_About this exercise:_
Each line of the listing below that includes "statistics" must be copied.

_Data for review:_
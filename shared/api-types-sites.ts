// Response shapes of the worksite, operation, alpha-table, setup and audit routes.
import type { AlphaTable, OperationLimits } from './engine/types';
import type { AuditAction, AuditEntity, ImportMode, TransferTableInput, WorksiteTideInput } from './schemas/sites';

/** A worksite. Depth in m, bearings in degrees "coming from", times ISO 8601 UTC. */
export interface SiteResponse {
  id: string;
  name: string;
  /** degrees north, or null */
  latitude: number | null;
  /** degrees east, or null */
  longitude: number | null;
  /** water depth d_site, m */
  depth: number;
  /** shore-normal bearing beta, degrees in [0, 360); null = no refraction */
  shoreNormal: number | null;
  /** breaker index gamma_b (Hs/d) */
  breakerIndex: number;
  /** IANA time zone the worksite's hours are shown in */
  timeZone: string;
  /** hindcast dataset used for statistics; null = the project's newest */
  hindcastDatasetId: string | null;
  transferTable: TransferTableInput | null;
  /** tide at the worksite; null = none (depth stays the chart depth) */
  tide: WorksiteTideInput | null;
  /** current station of the tide database for the predicted tidal current; null = none */
  currentStationId: string | null;
  updatedAt: string;
}

/** A station of the public tide database as the API shows it (docs/domain.md#tide). */
export interface TideStationInfo {
  id: string;
  name: string;
  /** Great-circle distance from the worksite, km (null when the worksite has no position). */
  distanceKm: number | null;
  /** Chart datum the station's levels are referred to (LAT, MLLW, ...). */
  datum: string | null;
  latitude: number;
  longitude: number;
  kind: 'tide' | 'current';
  /** reference (own constants) or subordinate (offsets from a reference station). */
  type: 'reference' | 'subordinate';
  constituents: number;
  source: string;
  /** The notice the database asks to be shown with the station (its NOTICE and attribution). */
  attribution: string;
  warnings: string[];
}

/**
 * A current station of the public tide database (docs/domain.md#tide): its directions of flood and
 * ebb (degrees true, the direction the water flows towards) and its mean flow (m/s along the flood
 * direction, added to the harmonic sum).
 */
export interface CurrentStationInfo extends TideStationInfo {
  kind: 'current';
  floodDir: number | null;
  ebbDir: number | null;
  meanFlowMps: number;
}

/** The predicted tide (GET …/sites/:siteId/tide and POST …/tide-preview): levels on a grid and the extremes. */
export interface TideAnswer {
  times: string[];
  /** m above chart datum */
  waterLevel: number[];
  extremes: { time: string; level: number; kind: 'high' | 'low' }[];
  datum: string;
  station: TideStationInfo | null;
  stepMinutes: number;
  cautions: readonly string[];
}

/** An operation with its limits (OPLIM). */
export interface OperationResponse {
  id: string;
  name: string;
  description: string;
  /** planned duration TPOP, h */
  tpop: number;
  /** contingency TC, h */
  tc: number;
  /** reference period TR = TPOP + TC, h */
  tr: number;
  weatherRestricted: boolean;
  limits: OperationLimits;
  /** the vessel the operation is done from, or null */
  vesselId: string | null;
  /** the vessel's fixed heading, deg true, or null */
  heading: number | null;
  /** worksite ids; empty = every worksite of the project */
  siteIds: string[];
  /** user ids of the assigned skippers */
  skipperIds: string[];
  /** recurrence rule, when set (another route owns it); null otherwise */
  recurrence: Record<string, unknown> | null;
  updatedAt: string;
}

/** The note shown beside the alpha table. */
export const ALPHA_NOTE = 'Defaults from memory of DNV-ST-N001 base case; check against the current standard.';

/** GET/PUT/DELETE /api/projects/:projectId/alpha */
export interface AlphaResponse {
  table: AlphaTable;
  /** true when the project has no table of its own and the default applies */
  isDefault: boolean;
  note: typeof ALPHA_NOTE;
  /** when the project's own table was last saved; null for the default */
  updatedAt: string | null;
}

/** One audit-trail entry: who changed what, when, before and after. */
export interface AuditEntryResponse {
  id: string;
  at: string;
  /** null when the user has since been deleted */
  userId: string | null;
  userName: string;
  /** The user's e-mail address (the name is theirs to choose; the e-mail and id identify them); null once deleted. */
  userEmail: string | null;
  entity: AuditEntity;
  entityId: string | null;
  entityName: string;
  action: AuditAction;
  /** the audited fields before the change; null on create/import */
  before: unknown;
  /** the audited fields after the change; null on delete */
  after: unknown;
}

/** POST /api/projects/:projectId/import */
export interface ImportResultResponse {
  mode: ImportMode;
  worksites: { created: number; deleted: number };
  operations: { created: number; deleted: number };
  /** what happened to the alpha table: set from the document, reset to the default, or kept */
  alphaTable: 'set' | 'default' | 'kept';
  /** what happened to the project's data point: set from the document, or kept (the message says why) */
  dataPoint: 'set' | 'kept';
  /** one sentence per decision the import took (alpha table, data point), for the user */
  messages: string[];
}

/**
 * POST /api/projects/:projectId/import/preview: everything an import with the same query would
 * change, before it runs. `refusal` is set when the import would be refused (and why).
 */
export interface ImportPreviewResponse {
  mode: ImportMode;
  refusal: string | null;
  adds: { worksites: string[]; operations: string[]; campaigns: string[] };
  /** what replace deletes (all empty in merge mode) */
  removes: {
    worksites: string[];
    operations: string[];
    campaigns: string[];
    /** operations whose repeat rule (recurrence) goes with them; the setup file does not carry them */
    recurrences: string[];
    skipperAssignments: number;
    /** worksites that had a hindcast of their own chosen for statistics */
    hindcastChoices: string[];
    /** ledger days still proposed (they can be proposed again from the data) */
    proposedLedgerDays: number;
    /** confirmed ledger days: replace is refused while any exist */
    confirmedLedgerDays: number;
    /** alert subscriptions limited to some operations or worksites: they would hear of none of the new ones */
    narrowedSubscriptions: number;
  };
  alphaTable: { outcome: 'set' | 'default' | 'kept'; message: string };
  dataPoint: { outcome: 'set' | 'kept'; message: string };
}

/** The 409 details of a merge import that clashes with existing names. */
export interface ImportClashDetails {
  worksites: string[];
  operations: string[];
}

_Exercise result:_
  /** hindcast dataset used for statistics; null = the project's newest */
    /** worksites that had a hindcast of their own chosen for statistics */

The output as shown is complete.